### Recorded information
[Start of Attachment]

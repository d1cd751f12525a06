import { queryOptions, useQuery } from "@tanstack/react-query";
import { DigesterSummaryListSchema } from "@shared/schemas/digester";
import { api } from "@/lib/api-client";
import { digestersTodayKey } from "./keys";

export function getDigestersToday(signal?: AbortSignal) {
  return api("/api/digesters", { schema: DigesterSummaryListSchema, signal });
}

export const digestersTodayQueryOptions = () =>
  queryOptions({
    queryKey: digestersTodayKey,
    queryFn: ({ signal }) => getDigestersToday(signal),
    // Room changes as neighbours log and stewards accept: keep it fresh on screen.
    staleTime: 15_000,
    refetchInterval: 60_000,
  });

export function useDigestersToday() {
  return useQuery(digestersTodayQueryOptions());
}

[End of Attachment]

### Instructions for the task
Leaving every word in place, output the whole listing above.

### Task output
repository d1cd751f12525a06
import { queryOptions, useQuery } from "@tanstack/react-query";
import { DigesterSummaryListSchema } from "@shared/schemas/digester";
import { api } from "@/lib/api-client";
import { digestersTodayKey } from "./keys";

export function getDigestersToday(signal?: AbortSignal) {
  return api("/api/digesters", { schema: DigesterSummaryListSchema, signal });
}

export const digestersTodayQueryOptions = () =>
  queryOptions({
    queryKey: digestersTodayKey,
    queryFn: ({ signal }) => getDigestersToday(signal),
    // Room changes as neighbours log and stewards accept: keep it fresh on screen.
    staleTime: 15_000,
    refetchInterval: 60_000,
  });

export function useDigestersToday() {
  return useQuery(digestersTodayQueryOptions());
}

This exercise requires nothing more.